Linda Poon is an assistant editor at CityLab covering science and urban technology, including smart cities and climate change. She previously covered global health and development for NPR’s Goats and Soda blog.
D.C. offers an early look at how cities can take advantage of the data Uber makes available to them.
For a transit system that’s supposed to be the lifeblood of Washington, D.C., WMATA’s Metrorail is more often than not a source of frustration. Between service cuts and track work—and fires, and fare hikes, and unexplained delays (you name it)—it’s tempting for commuters to give up on it altogether and hail an Uber or Lyft. But with the city’s notorious traffic and road closures, it’s almost always unclear if it’s worth spending those extra dollars. In the end, it’s a bit of a gamble.
But a new analysis from the District helps minimize some of the guesswork by comparing how long it would take to travel between two stations via Metro and Uber, and what the cost difference might look like. Results are based on average travel time and are adjusted according to variables like train delays, wait times, the distance between the station and the final destination, and additional time needed for Uber Pool.

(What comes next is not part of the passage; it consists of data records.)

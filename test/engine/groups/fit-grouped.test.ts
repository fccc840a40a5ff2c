import { fitGroupedMap, fitGroupedMapSync } from '../../../src/engine/groups/fit-grouped';
import { parseGroupedMapJSON, restoreGroupedMap } from '../../../src/engine/groups/grouped-json';
import { kishRows } from '../../../src/engine/groups/effective-rows';
import { fitMap } from '../../../src/engine/methods';
import type { Points, Sample } from '../../../src/engine/points';
import { Random } from '../../../src/engine/stats/random';

/** Rows of one group, built here from the test's own lists (not through the grouping code). */
interface Side {
  data: number[][];
  weights: number[] | null;
  groups: string[];
}

function makeSide(seed: number, sizes: Record<string, number>, d: number, whole: boolean, weighted: boolean, shift: number): Side {
  const r = new Random(seed);
  const side: Side = { data: [], weights: weighted ? [] : null, groups: [] };
  // Interleave the groups row by row so the split has work to do.
  const left = { ...sizes };
  let g = 0;
  const names = Object.keys(sizes);
  while (names.some((k) => left[k] > 0)) {
    const k = names[g++ % names.length];
    if (left[k] === 0) continue;
    left[k]--;
    const offset = names.indexOf(k) * 3 + shift;
    side.data.push(Array.from({ length: d }, () => (whole ? Math.floor(r.uniform() * 8) + offset : r.normal() * (1 + names.indexOf(k)) + offset)));
    side.weights?.push(0.5 + r.uniform());
    side.groups.push(k);
  }
  return side;
}

function toSample(s: Side, keep: (i: number) => boolean = () => true): Sample {
  const rows = s.data.filter((_, i) => keep(i));
  const d = s.data[0].length;
  return { n: rows.length, d, data: Float64Array.from(rows.flat()), weights: s.weights ? Float64Array.from(s.weights.filter((_, i) => keep(i))) : null };
}

function toPoints(rows: number[][]): Points {
  return { n: rows.length, d: rows[0].length, data: Float64Array.from(rows.flat()) };
}

const CASES: { method: string; d: number; whole?: boolean; weighted: boolean; equal?: boolean; settings?: Record<string, unknown> }[] = [
  { method: 'quantile', d: 1, weighted: true },
  { method: 'step', d: 1, weighted: true },
  { method: 'ordinal', d: 1, whole: true, weighted: true },
  { method: 'linear', d: 2, weighted: true },
  { method: 'pairs', d: 2, weighted: false, equal: true },
  { method: 'entropic', d: 2, weighted: true },
  { method: 'gradient-net', d: 2, weighted: true, settings: { steps: 2, hidden: 4, batch: 16 } },
];

describe('fitGroupedMap: one map per group', () => {
  test.each(CASES)('$method: equals fitting each group on its own and stacking the results, apply and invert', async (c) => {
    const sizes = c.equal ? { north: 24, south: 30, east: 20 } : { north: 24, south: 30, east: 20 };
    const tSizes = c.equal ? sizes : { north: 28, south: 22, east: 26 };
    const src = makeSide(11, sizes, c.d, !!c.whole, c.weighted, 0);
    const tgt = makeSide(12, tSizes, c.d, !!c.whole, c.weighted, 5);
    const grouped = await fitGroupedMap(c.method, toSample(src), src.groups, toSample(tgt), tgt.groups, c.settings ?? {});
    expect(grouped.groups()).toEqual(['north', 'south', 'east']);
    // Values: the source rows themselves, and each group mapped by its own separately fitted map.
    const values = toPoints(src.data);
    const got = grouped.apply(values, src.groups);
    const expected = new Float64Array(values.n * c.d);
    const canInvert = c.method !== 'pairs' && c.method !== 'entropic';
    const back = canInvert ? grouped.invert(got, src.groups) : null;
    const expectedBack = new Float64Array(values.n * c.d);
    for (const g of ['north', 'south', 'east']) {
      const own = await fitMap(
        c.method,
        toSample(src, (i) => src.groups[i] === g),
        toSample(tgt, (i) => tgt.groups[i] === g),
        c.settings ?? {},
      );
      const idx = src.groups.map((x, i) => (x === g ? i : -1)).filter((i) => i >= 0);
      const mapped = own.apply(toPoints(idx.map((i) => src.data[i])));
      idx.forEach((row, j) => {
        for (let k = 0; k < c.d; k++) expected[row * c.d + k] = mapped.data[j * c.d + k];
      });
      if (back) {
        const inv = own.invert(mapped);
        idx.forEach((row, j) => {
          for (let k = 0; k < c.d; k++) expectedBack[row * c.d + k] = inv.data[j * c.d + k];
        });
      }
      own.dispose();
    }
    // Source: the definition of a map by group (each group fitted on its own); bit-identical is a design choice.
    expect(Array.from(got.data)).toEqual(Array.from(expected));
    if (back) expect(Array.from(back.data)).toEqual(Array.from(expectedBack));
    const report = grouped.report();
    expect(report.groups.map((g) => [g.group, g.rows.source, g.rows.target])).toEqual([
      ['north', sizes.north, tSizes.north],
      ['south', sizes.south, tSizes.south],
      ['east', sizes.east, tSizes.east],
    ]);
    // JSON round trip: the same text again, and the same numbers.
    const text = JSON.stringify(grouped.toJSON());
    const restored = restoreGroupedMap(parseGroupedMapJSON(text));
    expect(JSON.stringify(restored.toJSON())).toBe(text);
    expect(Array.from(restored.apply(values, src.groups).data)).toEqual(Array.from(got.data));
    grouped.dispose();
    restored.dispose();
  });

  test('a group present in the values but missing from the target is an error naming it', () => {
    const s = { n: 6, d: 1, data: Float64Array.of(1, 2, 3, 4, 5, 6), weights: null };
    const t = { n: 4, d: 1, data: Float64Array.of(10, 20, 30, 40), weights: null };
    expect(() => fitGroupedMapSync('quantile', s, ['a', 'a', 'a', 'b', 'b', 'b'], t, ['a', 'a', 'a', 'a'])).toThrow(/group "b" has no target rows/);
    expect(() => fitGroupedMapSync('quantile', s, ['a', 'a', 'a', 'a', 'a', 'a'], t, ['a', 'a', 'a', 'a'], {}, { valueGroups: ['a', 'zz'] })).toThrow(
      /group "zz" has no source and no target rows/,
    );
  });

  test('fewer Kish effective rows than the method needs is an error naming the group, unless pooled, which warns naming it', () => {
    // Group b's source weights 1 and 9: Kish (1 + 9)^2 / (1 + 81) = 1.22 effective rows, fewer than the 2 quantile needs.
    // Source: Kish, "Survey Sampling" (1965), effective sample size (sum w)^2 / sum w^2.
    expect(kishRows(2, Float64Array.of(1, 9))).toBeCloseTo(100 / 82, 12);
    const s = { n: 8, d: 1, data: Float64Array.of(1, 2, 3, 3.5, 3.7, 3.9, 4, 5), weights: Float64Array.of(1, 1, 1, 1, 1, 1, 1, 9) };
    const t = { n: 6, d: 1, data: Float64Array.of(10, 20, 30, 40, 50, 60), weights: null };
    const sg = ['a', 'a', 'a', 'a', 'a', 'a', 'b', 'b'];
    const tg = ['a', 'a', 'a', 'b', 'b', 'b'];
    expect(() => fitGroupedMapSync('quantile', s, sg, t, tg)).toThrow(/group "b" has 1\.22 effective source rows, fewer than the 2 the quantile method needs/);
    const m = fitGroupedMapSync('quantile', s, sg, t, tg, {}, { fallback: 'pooled' });
    const rep = m.report();
    expect(rep.groups.find((g) => g.group === 'b')!.pooled).toBe(true);
    expect(rep.warnings.map((w) => w.message).join(' ')).toMatch(/"b" \(1\.22 effective source rows/);
    // Group b is mapped by the pooled map: the same numbers as a map on all rows.
    const all = fitGroupedMapSync('quantile', s, ['p', 'p', 'p', 'p', 'p', 'p', 'p', 'p'], t, ['p', 'p', 'p', 'p', 'p', 'p']);
    const x = { n: 1, d: 1, data: Float64Array.of(4.5) };
    expect(m.apply(x, ['b']).data[0]).toBe(all.apply(x, ['p']).data[0]);
    // An unseen group at apply time goes to the pooled map and is named in the report.
    m.apply(x, ['new']);
    expect(
      m
        .report()
        .warnings.map((w) => w.message)
        .join(' '),
    ).toMatch(/"new" \(1 row\)/);
  });

  test('an unknown group when applying, without a pooled map, is an error listing the known groups', () => {
    const s = { n: 4, d: 1, data: Float64Array.of(1, 2, 3, 4), weights: null };
    const m = fitGroupedMapSync('quantile', s, [1, 1, 2, 2], s, ['1', '1', '2', '2']);
    expect(m.groups()).toEqual(['1', '2']);
    expect(() => m.apply({ n: 1, d: 1, data: Float64Array.of(1) }, ['3'])).toThrow(/group "3" is not one the map was fitted on \(its groups: "1", "2"\)/);
  });

  test('a group whose own fit fails names the group', () => {
    const s = { n: 4, d: 1, data: Float64Array.of(1, 1, 3, 4), weights: null };
    const t = { n: 4, d: 1, data: Float64Array.of(1, 2, 3, 4), weights: null };
    expect(() => fitGroupedMapSync('quantile', s, ['a', 'a', 'b', 'b'], t, ['a', 'a', 'b', 'b'])).toThrow(/group "a": .*same value/);
  });

  test('damaged grouped JSON is refused with a message', () => {
    const s = { n: 4, d: 1, data: Float64Array.of(1, 2, 3, 4), weights: null };
    const m = fitGroupedMapSync('quantile', s, ['a', 'a', 'b', 'b'], s, ['a', 'a', 'b', 'b']);
    const j = JSON.parse(JSON.stringify(m.toJSON()));
    j.groups[1].map = null;
    expect(() => parseGroupedMapJSON(JSON.stringify(j))).toThrow(/neither a map nor a reason/);
    expect(() => parseGroupedMapJSON('{"__proto__": 1}')).toThrow(/forbidden key/);
  });
});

And while it’s no surprise that some trips are faster by Uber, the study also finds that under the right conditions, they can also be almost as affordable as going underground.
The analysis comes out of the District’s Office of Revenue Analysis and is an early look at how cities can take advantage of Movement, Uber’s somewhat useful data tool that tracks the city’s traffic patterns based on millions of Uber trips taken over time.
So when is Uber the more attractive option? According to the analysis, Uber is faster than Metro in a whopping 99 out of 114 trips analyzed during times when the next train was 10 minutes away. And during rush hour, Uber is the quicker option for trips within the city that require transfers from one line to another—a result, the report notes, of the system’s spoke-and-hub configuration.
All that will cost you; as the chart points out, taking the Uber from Union Station to Benning Road (a 15-minute drive from the city center to a more suburban stop to the east) will save you 15 minutes, but cost an extra $11. With Uber Pool, though, you may be able to reach your destination 10 minutes sooner by spending just $2 more. That’s true as long as Uber, which has been known to slash fares artificially to one-up its rivals, is able to keep rides cheap. (Amid growing criticism over driver pay and regular annual losses in the millions—even billions—those rides could get more expensive down the line.)
Of course, there are limitations to the study. It doesn’t include other transit options like the bus or bikes, and not all of the 4,000 possible trips are included in the analysis. But with ride-hailing companies aiming to keep their prices low for the time being, the report highlights the competitive edge they have over D.C.’s Metrorail system. And Uber is making it easier for would-be commuters to make up their minds, by displaying the wait time of the nearest Metro station right in their app. It’s not uncommon, for example, for trains to run up to every 25 minutes on weekends and weeknights because of service cuts and track work. In fact, commuters have already started giving up on the Metro. Between 2015 and 2016, it saw a 14 percent drop in ridership, which was enough to bring down the entire nation’s subway ridership by 0.3 percent.
The system’s struggles have certainly been a boon for Uber and Lyft, but, as CityLab has previously noted, it’s at the expense of transit users, particularly those who are lower-income. The ride-hailing companies, for their part, have long contended that they see themselves as complementing the the public transit system—filling in the gaps where needed—rather than a competing force. As my colleague Laura Bliss recently wrote, the effects of ride-hailing services are also taking a toll on the city itself by, for instance, adding more gas-guzzling cars to the streets and attracting commuters away from bus and light rail.
The analysis also highlights something else: It doesn’t have to be this way. If D.C. trains ran every three minutes with no delays, more than half of the trips that researchers simulated would be faster and cheaper via Metro, with the train being especially efficient for longer rides (with no transfers) from downtown into the surrounding suburbs.
Yet the promise of efficient service and reliability has been a hard sell for WMATA. It’s trying to win back riders through its “Back2Good” campaign, which itself is an admission of the system’s past failures. If it can actually deliver, more Washingtonians might be able to avoid the guessing game of wondering if another transit option might’ve been a better choice.